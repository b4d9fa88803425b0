"""The Segment Card's "Heat path" section: where the selected segment's heat is held back.

A horizontal stacked bar of the series resistances from the fluid outwards (inside film, fouling,
wall, each insulation layer, the outer air film as convection ∥ radiation, or soil, jacket film,
condensate film), each block as wide as its share of the total; a legend with every share; the
heat per metre and the total. Pointing at a block gives its resistance and share (and, for the air
film, the parts convection and radiation carry). Numbers come from the current Result
(``Result.resistances``), words from :mod:`app.heat_path`, colours from :mod:`app.heat_path_style`; nothing is computed here.
"""

from __future__ import annotations

import html
import math
from typing import Optional

from PySide6.QtCore import QEvent, QRectF, QSize, Qt
from PySide6.QtGui import QPainter, QPen
from PySide6.QtWidgets import QGroupBox, QLabel, QToolTip, QVBoxLayout, QWidget

from app import heat_path, heat_path_style, style
from app.panels.editing import HINT_STYLE

_BAR_HEIGHT = 22
_MIN_LABEL_PX = 8  # a block narrower than its label plus this margin shows no label (the legend has it)


class ResistanceBar(QWidget):
    """A stacked bar of :class:`app.heat_path_style.BarPart` blocks; tooltips per block."""

    def __init__(self, parent: Optional[QWidget] = None):
        super().__init__(parent)
        self.parts: list[heat_path_style.BarPart] = []
        self.setMinimumHeight(_BAR_HEIGHT + 2)
        self.setMouseTracking(True)
        self.setAccessibleName("Heat path resistance shares")

    def sizeHint(self) -> QSize:
        return QSize(240, _BAR_HEIGHT + 2)

    def set_parts(self, parts: list[heat_path_style.BarPart]) -> None:
        self.parts = list(parts)
        self.setAccessibleDescription("; ".join(f"{p.label} {heat_path.percent_text(p.share_percent)}"
                                                for p in self.parts))
        self.update()

    def block_rects(self) -> list[QRectF]:
        """Each block's rectangle, left to right, widths in proportion to the shares."""
        # a share that is not a finite number (a resistance out of all range) gets no width: a NaN
        # width reaching the painter is undefined in Qt's integer geometry
        shares = [p.share_percent if math.isfinite(p.share_percent) and p.share_percent > 0 else 0.0
                  for p in self.parts]
        total = sum(shares) or 1.0
        width = self.width() - 1.0
        x = 0.5
        out = []
        for share in shares:
            w = width * share / total
            out.append(QRectF(x, 0.5, w, _BAR_HEIGHT))
            x += w
        return out

    def paintEvent(self, _event) -> None:
        painter = QPainter(self)
        painter.setRenderHint(QPainter.Antialiasing, False)
        fm = painter.fontMetrics()
        for part, rect in zip(self.parts, self.block_rects()):
            painter.fillRect(rect, style.qcolor(part.colour))
            text = part.short
            share = heat_path.percent_text(part.share_percent)
            full = f"{text} {share}"
            avail = rect.width() - _MIN_LABEL_PX
            label = full if fm.horizontalAdvance(full) <= avail else (share if fm.horizontalAdvance(share) <= avail else "")
            if label:
                painter.setPen(style.qcolor(heat_path_style.text_colour_on(part.colour)))
                painter.drawText(rect, Qt.AlignCenter, label)
        # white seams between blocks and a thin frame, so neighbours of like tone stay apart
        painter.setPen(QPen(style.qcolor(style.PANEL_BG), 1))
        for rect in self.block_rects()[1:]:
            painter.drawLine(rect.topLeft(), rect.bottomLeft())
        painter.setPen(QPen(style.qcolor(style.GRID), 1))
        painter.drawRect(QRectF(0.5, 0.5, self.width() - 1.0, _BAR_HEIGHT))
        painter.end()

    def part_at(self, x: float) -> Optional[heat_path_style.BarPart]:
        for part, rect in zip(self.parts, self.block_rects()):
            if rect.left() <= x < rect.right():
                return part
        return None

    def event(self, ev) -> bool:
        if ev.type() == QEvent.ToolTip:
            part = self.part_at(ev.pos().x())
            if part is not None:
                QToolTip.showText(ev.globalPos(), part.tooltip, self)
            else:
                QToolTip.hideText()
                ev.ignore()
            return True
        return super().event(ev)


class HeatPathBox(QGroupBox):
    """``HeatPathBox(doc)``: the selected segment's resistance breakdown; observes the Document.

    Public: ``bar`` (:class:`ResistanceBar`), ``legend``, ``heat`` and ``note`` (QLabels), ``shown``
    (the :class:`solver.resistances.SegmentResistances` on show, or None).
    """

    def __init__(self, doc, parent: Optional[QWidget] = None):
        super().__init__("Heat path", parent)
        self.doc = doc
        self.shown = None
        self._shown_for: tuple = ()
        lay = QVBoxLayout(self)
        lay.setContentsMargins(8, 6, 8, 6)
        lay.setSpacing(4)
        self.heat = QLabel("")
        self.heat.setWordWrap(True)
        self.heat.setStyleSheet(f"color: {style.INK}; font-weight: 600;")
        self.bar = ResistanceBar(self)
        self.legend = QLabel("")
        self.legend.setWordWrap(True)
        self.legend.setTextFormat(Qt.RichText)
        self.note = QLabel("")
        self.note.setWordWrap(True)
        self.note.setStyleSheet(HINT_STYLE)
        for w in (self.heat, self.bar, self.legend, self.note):
            lay.addWidget(w)
        self.setToolTip("Resistances per metre of pipe from the fluid outwards, in series: each block's width is "
                        "its share of the total, i.e. of the temperature drop from the fluid to the surroundings. "
                        "Convection and radiation of the outer air film act in parallel and make one block.")
        # bound methods, not lambdas: Qt drops these connections when this widget is deleted (a lambda
        # would outlive it and call into a deleted C++ object when a late result arrives)
        for signal in (doc.result_ready, doc.solve_failed, doc.units_changed, doc.selection_changed,
                       doc.current_alternative_changed):
            signal.connect(self._on_doc_changed)
        doc.project_replaced.connect(self.refresh)
        self.refresh()

    def _resistances(self):
        res = self.doc.result
        i = self.doc.selected_segment
        seg = self.doc.selected
        if res is None or seg is None or not 0 <= i < len(res.resistances):
            return None
        r = res.resistances[i]
        return r if r.name == seg.name else None  # a result from before segments were added or moved

    def _on_doc_changed(self, *_args) -> None:
        self.refresh()

    def refresh(self) -> None:
        r = self._resistances()
        system = self.doc.unit_system
        key = (r, system, self.doc.result_is_stale)
        if self._shown_for and self._shown_for[0] is r and self._shown_for[1:] == key[1:]:
            return
        self._shown_for = key
        self.shown = r
        if r is None:
            self.bar.set_parts([])
            self.bar.hide()
            _set_text(self.legend, "")
            _set_text(self.heat, "")
            _set_text(self.note, "Appears once the line is solved." if self.doc.selected is not None else "")
            return
        self.bar.show()
        parts = heat_path_style.bar_parts(r, system)
        self.bar.set_parts(parts)
        _set_text(self.heat, heat_path.heat_text(r, system))
        items = []
        for p in parts:
            items.append(f'<span style="color:{p.colour}; font-size: 11pt;">■</span>&nbsp;'  # one item never breaks
                         + html.escape(f"{p.short} {heat_path.percent_text(p.share_percent)}").replace(" ", "&nbsp;"))
        _set_text(self.legend, f'<span style="color:{style.INK};">' + " &nbsp; ".join(items) + "</span>")
        self.legend.setToolTip("\n".join(p.tooltip for p in parts))
        dominant = heat_path.dominant_text(r, system)
        note = f"{heat_path.total_text(r, system)}."
        if dominant and not math.isinf(r.total_K_m_per_W):
            note += f" {dominant[:1].upper() + dominant[1:]}."
        tracer = heat_path.tracer_text(r, system)
        if tracer:
            note += f" {tracer}."
        if self.doc.result_is_stale:
            note = "Stale: from the last result that solved. " + note
        _set_text(self.note, note)


def _set_text(label: QLabel, text: str) -> None:
    """Set a label's text only when it changes (a wrapped label re-lays out its parent on every set)."""
    if label.text() != text:
        label.setText(text)
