# Heat and films.
# Heat input (tracing): 0 to 10 kW/m, some thirty times the strongest electric tracing cable (about
# 300 W/m, common practice), so heating strips and induction heating still fit.
HeatInputPerLength = Annotated[float, Field(ge=0.0, le=1e4)]
# Heater output per metre of heater: 0 to 10 kW/m (the same ceiling as the heat input above). The total
# per metre of pipe (output x runs x heater per pipe length) is held to HeatInputPerLength by Segment.
HeaterOutputPerLength = Annotated[float, Field(ge=0.0, le=1e4)]
# Heater runs along one segment: 1 to 20 (more than 4 parallel runs is rare, common practice).
HeaterCount = Annotated[int, Field(ge=1, le=20)]
# Metres of heater per metre of pipe: 1 (straight) to 10 (a tight spiral on a large bore; common practice
# rarely exceeds 3).
HeaterRatio = Annotated[float, Field(ge=1.0, le=10.0)]
# Equivalent length of pipe for a heat sink: 0 to 1 km per item (a pump casing is some metres).
EquivalentLength = Annotated[float, Field(ge=0.0, le=1e3)]
# Direct loss of a heat sink per kelvin of pipe-to-surroundings difference: 0 to 1 kW/K per item.
SinkConductance = Annotated[float, Field(ge=0.0, le=1e3)]
# Fouling resistance: 0 to 0.01 m²·K/W, five times the highest TEMA design value (0.002, heavy fuel oil).
FoulingResistance = Annotated[float, Field(ge=0.0, le=0.01)]
# Air film entered directly (convection + radiation): 0.5 to 1000 W/(m²·K); still air gives about
# 5–10, a gale about 100 (common practice).
AirFilmCoefficient = _positive(0.5, 1e3)
# Jacket or bath film: 1 W/(m²·K) (stagnant gas) to 100 kW/(m²·K) (dropwise condensation).
JacketFilmCoefficient = _positive(1.0, 1e5)
# Wind: 0.1 m/s (slower is still air: choose Still air) to 100 m/s (above the strongest recorded gusts
# at ground level bar one, 113 m/s).
WindSpeed = _positive(0.1, 100.0)
# Loss coefficient K per fitting: 0 to 1000 (a globe valve is about 6–10, a throttled valve some
# hundreds, common practice).
LossCoefficient = Annotated[float, Field(ge=0.0, le=1e3)]
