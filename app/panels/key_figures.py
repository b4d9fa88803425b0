"""Key Figures: the headline numbers of the current result in the chosen unit system.

The rows are the one list of key figures, :data:`solver.results.KEY_FIGURES`, grouped as it
groups them, with its labels, so this panel, Side-by-Side, the CLI and the report say the same
thing. Above the table, the at-a-glance design verdict (targets and checks judged together).
Values come straight from the Result (SI) through ``app.units``; nothing is computed here beyond
picking and formatting. Beside each value, once the Document has them, its ± from the methods'
published accuracy (:mod:`solver.uncertainty`), as a difference in the value's unit.

Above the table, the design cases side by side (operating, worst, hot; :mod:`app.design_figures`):
the maintain check, the lowest bulk and highest wall temperatures, heat sinks, heater output and the
shortest hold after a power failure, with the hot case's caution under them.
"""

from __future__ import annotations

from PySide6.QtCore import QEvent, QSize, Qt, QTimer
from PySide6.QtGui import QBrush, QFont
from PySide6.QtWidgets import (
    QAbstractItemView,
    QFrame,
    QHeaderView,
    QLabel,
    QScrollArea,
    QStyle,
    QTableWidget,
    QTableWidgetItem,
    QToolTip,
    QVBoxLayout,
    QWidget,
)

from app import design_figures, style, trace
from app.comparison import design_verdict
from app.texts import key_figure_parts, plus_minus_text
from app.units import format_value
from solver.results import KEY_FIGURES, KeyFigure, key_figure

COLUMNS = ("Figure", "Value", "Note", "±")
PM_COLUMN = 3  # shown beside the value (moved there on screen; the columns keep their indices)
#: The figures' table is never lower than this [px] (its header and a few rows); below it the panel scrolls.
MIN_TABLE_HEIGHT = 120

#: Two figures shown together as "min – max" by :meth:`KeyFiguresPanel.value_text`.
RANGES: dict[str, tuple[str, str]] = {
    "velocity_range": ("min_velocity_m_per_s", "max_velocity_m_per_s"),
    "reynolds_range": ("min_reynolds", "max_reynolds"),
}


def figure_row(figure: KeyFigure, values: dict[str, float], system: str) -> tuple[str, str, str, str]:
    """(label, value text, note, method) of one key figure in ``system`` (see texts.key_figure_parts)."""
    return (*key_figure_parts(figure, values, system), figure.method)
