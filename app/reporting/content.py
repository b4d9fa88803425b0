"""The report's sections: what the summary says, as HTML parts of a :class:`~app.reporting.pdf.Body`.

No physics here: numbers come from solved :class:`solver.results.Result` objects, labelled by the
one list of Key Figures (:data:`solver.results.KEY_FIGURES`) and converted for display with
:mod:`app.units` in the reader's unit system, units stated beside every value. Every piece of text
the user typed (names, descriptions, labels) goes through :func:`app.texts.esc`, so ``<b>`` or
``&`` print as typed.
"""

from __future__ import annotations

import json
import math
from dataclasses import dataclass
from typing import Optional, Sequence

from app import comparison, heat_path, heat_path_style, units
from app.reporting.chart import alternative_chart, overlay_chart
from app.reporting.design import design_section, property_table
from app.reporting.search import search_section
from app.reporting.pdf import Body
from app.style import (
    ACCENT,
    INK,
    INK_MUTED,
    MET_COLOUR,
    MISSED_COLOUR,
    OKABE_ITO,
    RULE,
    SEVERITY_WORDS,
    SHADE,
    VERDICT_COLOURS,
    VERDICT_SYMBOLS,
)
from app.texts import (
    HEADING_NAME_CHARS,
    capped,
    esc,
    fittings_text,
    fluid_source_text,
    fluid_text,
    fmt,
    heater_text,
    insulation_text,
    key_figure_label_and_value,
    method_entries,
    num,
    pipe_text,
    plus_minus_text,
    shorten,
    surroundings_text,
    ulabel,
)
from solver.model import Alternative, Project, Segment
from solver.results import ASSUMPTIONS, CAUTIONS, CAUTIONS_BANNER, KEY_FIGURES, Result, check_sort_key, key_figure
from solver.uncertainty import BANDS_CAUTION, Bands, band_plan, line_bands

#: Uncertainty bands re-solve the line about a dozen times (two solves per method it uses); the
#: report computes them for lines up to this many cells (a few hundred segments, a few seconds) and
#: says so for longer ones, unless asked (``calorun report --uncertainty``).
BANDS_MAX_CELLS = 30_000
#: Up to this many segments the segment tables have one row per segment; a longer line gets one row
#: per segment design (segments alike but for name and length), since hundreds of near-identical
#: rows neither read well nor lay out in reasonable time.
FULL_TABLE_SEGMENTS = 60
#: At most this many design rows; the designs covering the least length are then summed in one row.
MAX_DESIGN_ROWS = 40
#: At most this many rows of checks; the rest (no worse than the last shown) are counted.
MAX_CHECK_ROWS = 120
#: Full segment names listed under a table when shortened there, at most this many.
MAX_FULL_NAMES = 20

CSS = f"""
body {{ color: {INK}; }}
h1 {{ font-size: 17pt; color: {ACCENT}; margin-top: 0px; margin-bottom: 2px; }}
h2 {{ font-size: 12.5pt; color: {ACCENT}; margin-top: 14px; margin-bottom: 5px; }}
h3 {{ font-size: 10pt; color: {ACCENT}; margin-top: 10px; margin-bottom: 4px; }}
p {{ margin-top: 2px; margin-bottom: 4px; }}
.muted {{ color: {INK_MUTED}; }}
.small {{ font-size: 7.5pt; }}
.kicker {{ font-size: 8pt; color: {INK_MUTED}; }}
table.grid {{ border-collapse: collapse; }}
table.grid th {{ background-color: {SHADE}; color: {ACCENT}; font-weight: bold; text-align: left;
               border-bottom: 1px solid {ACCENT}; padding: 2px 5px 2px 5px; }}
table.grid td {{ border-bottom: 0.5px solid {RULE}; padding: 2px 5px 2px 5px; vertical-align: top; }}
td.num, th.num {{ text-align: right; }}
.met {{ color: {MET_COLOUR}; font-weight: bold; }}
.missed {{ color: {MISSED_COLOUR}; font-weight: bold; }}
.diff {{ color: {INK_MUTED}; font-size: 7.5pt; }}
"""

_NBSP3 = "\u00a0" * 3  # indent that survives HTML white-space collapsing


@dataclass
class Outcome:
    """One alternative in the report: its result, or why it could not be solved; its uncertainty
    bands (:class:`solver.uncertainty.Bands`; computed by :func:`build_html` when not given)."""

    alternative: Alternative
    result: Optional[Result]
    error: Optional[str]
    bands: Optional[Bands] = None
    bands_error: str = ""
    design_error: str = ""  # why the design cases could not be evaluated (the line itself solved)
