def paint_pipe(
    painter: QPainter,
    rect: QRectF,
    yc: float,
    *,
    model: str,
    insulation_px: float,
    heat_input: bool,
    bore_half: float = BORE_HALF,
    compact: bool = False,
) -> float:
    """Paint one run of pipe with its wall model between rect.left and rect.right.

    Returns the half height of the outer extent (so callers can place things below it).
    """
    x0, x1 = rect.left(), rect.right()
    painter.save()
    painter.setRenderHint(QPainter.Antialiasing, True)
    ext = bore_half + 2  # pipe outer surface
    shell = 0.0
    if model == "fixed_wall":
        insulation_px = 0.0  # insulation plays no part with a fixed wall
    if model in ("jacket", "fixed_wall"):
        shell = 6.0 if model == "fixed_wall" else 7.0

    outer = ext + insulation_px + shell

    if model == "buried":
        # soil around the pipe and a ground surface above it, hatched
        painter.setPen(Qt.NoPen)
        painter.setBrush(style.qcolor(style.GROUND_FILL))
        cover, tick = (4.0, 4.0) if compact else (12.0, 6.0)
        painter.drawRect(QRectF(x0, yc - outer - cover, x1 - x0, 2 * outer + cover + 4))
        gy = yc - outer - cover
        painter.setPen(QPen(style.qcolor(style.GROUND), 1.4))
        painter.drawLine(QPointF(x0, gy), QPointF(x1, gy))
        painter.setPen(QPen(style.qcolor(style.GROUND), 1.0))
        x = x0 + 3
        while x < x1 - 2:
            painter.drawLine(QPointF(x, gy), QPointF(x + tick * 0.8, gy - tick))
            x += 7

    if model == "jacket":
        band = QRectF(x0, yc - outer, x1 - x0, 2 * outer)
        painter.setPen(QPen(style.qcolor(style.JACKET).darker(115), 1.4))
        painter.setBrush(style.qcolor(style.JACKET, 70))
        painter.drawRect(band)
        # medium: short wavy marks inside the shell band (top and bottom)
        painter.setPen(QPen(style.qcolor(style.JACKET).darker(140), 1.0))
        for y in (yc - outer + shell / 2, yc + outer - shell / 2):
            x = x0 + 4
            while x < x1 - 10:
                p = QPainterPath(QPointF(x, y))
                p.cubicTo(QPointF(x + 2, y - 2), QPointF(x + 4, y + 2), QPointF(x + 6, y))
                painter.drawPath(p)
                x += 10
    if model == "fixed_wall":
        band = QRectF(x0, yc - outer, x1 - x0, 2 * outer)
        painter.setPen(QPen(style.qcolor(style.JACKET).darker(150), 1.4))
        painter.setBrush(style.qcolor(style.JACKET))
        painter.drawRect(band)

    if insulation_px > 0:
        ins_half = ext + insulation_px
        ins = QRectF(x0, yc - ins_half, x1 - x0, 2 * ins_half)
        painter.setPen(QPen(style.qcolor(style.INSULATION_HATCH), 1.0))
        painter.setBrush(style.qcolor(style.INSULATION_FILL))
        painter.drawRect(ins)
        hatch = QBrush(style.qcolor(style.INSULATION_HATCH, 150), Qt.BDiagPattern)
        painter.setPen(Qt.NoPen)
        painter.setBrush(hatch)
        painter.drawRect(ins)

    # the pipe: steel wall around the fluid
    painter.setPen(QPen(style.qcolor(style.PIPE_WALL), 1.0))
    painter.setBrush(style.qcolor(style.PIPE_WALL))
    painter.drawRect(QRectF(x0, yc - ext, x1 - x0, 2 * ext))
    painter.setPen(Qt.NoPen)
    painter.setBrush(style.qcolor(style.FLUID_FILL))
    painter.drawRect(QRectF(x0, yc - bore_half, x1 - x0, 2 * bore_half))

    if heat_input:
        pen = QPen(style.qcolor(style.HEAT_INPUT), 1.7)
        painter.setPen(pen)
        painter.setBrush(Qt.NoBrush)
        off, amp, period = (2.0, 1.6, 6.0) if compact else (3.0, 2.6, 8.0)
        for y in (yc - ext - off, yc + ext + off):
            _zigzag(painter, x0 + 2, x1 - 2, y, amp, period)

    if model == "adiabatic":
        painter.setPen(QPen(style.qcolor(style.INK), 1.2))
        painter.setBrush(Qt.NoBrush)
        for d in (2.5, 6.0):
            painter.drawRect(QRectF(x0 + 1, yc - outer - d, x1 - x0 - 2, 2 * (outer + d)))
        outer += 6.0

    if model == "wind":
        painter.setPen(QPen(style.qcolor(style.WIND).darker(115), 1.3))
        painter.setBrush(style.qcolor(style.WIND).darker(115))
        n = max(1, int((x1 - x0 - 10) // 38))
        for k in range(n):
            xs = x0 + 6 + k * 38
            _streamline(painter, xs, yc - outer - 7, 22)
            _streamline(painter, xs + 10, yc + outer + 7, 22)
        outer += 10.0

    painter.restore()
    return outer


# --------------------------------------------------------------------------- the canvas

The problem:
Print exactly the lines above, between the one holding "self.setMinimumHeight(_BAR_HEIGHT + 2)" and the one holding "def set_parts(self, parts: list[heat_path_style.BarPart])", inclusive, and nothing besides.

Solution below:
        self.setMinimumHeight(_BAR_HEIGHT + 2)
        self.setMouseTracking(True)
        self.setAccessibleName("Heat path resistance shares")

    def sizeHint(self) -> QSize:
        return QSize(240, _BAR_HEIGHT + 2)

    def set_parts(self, parts: list[heat_path_style.BarPart]) -> None:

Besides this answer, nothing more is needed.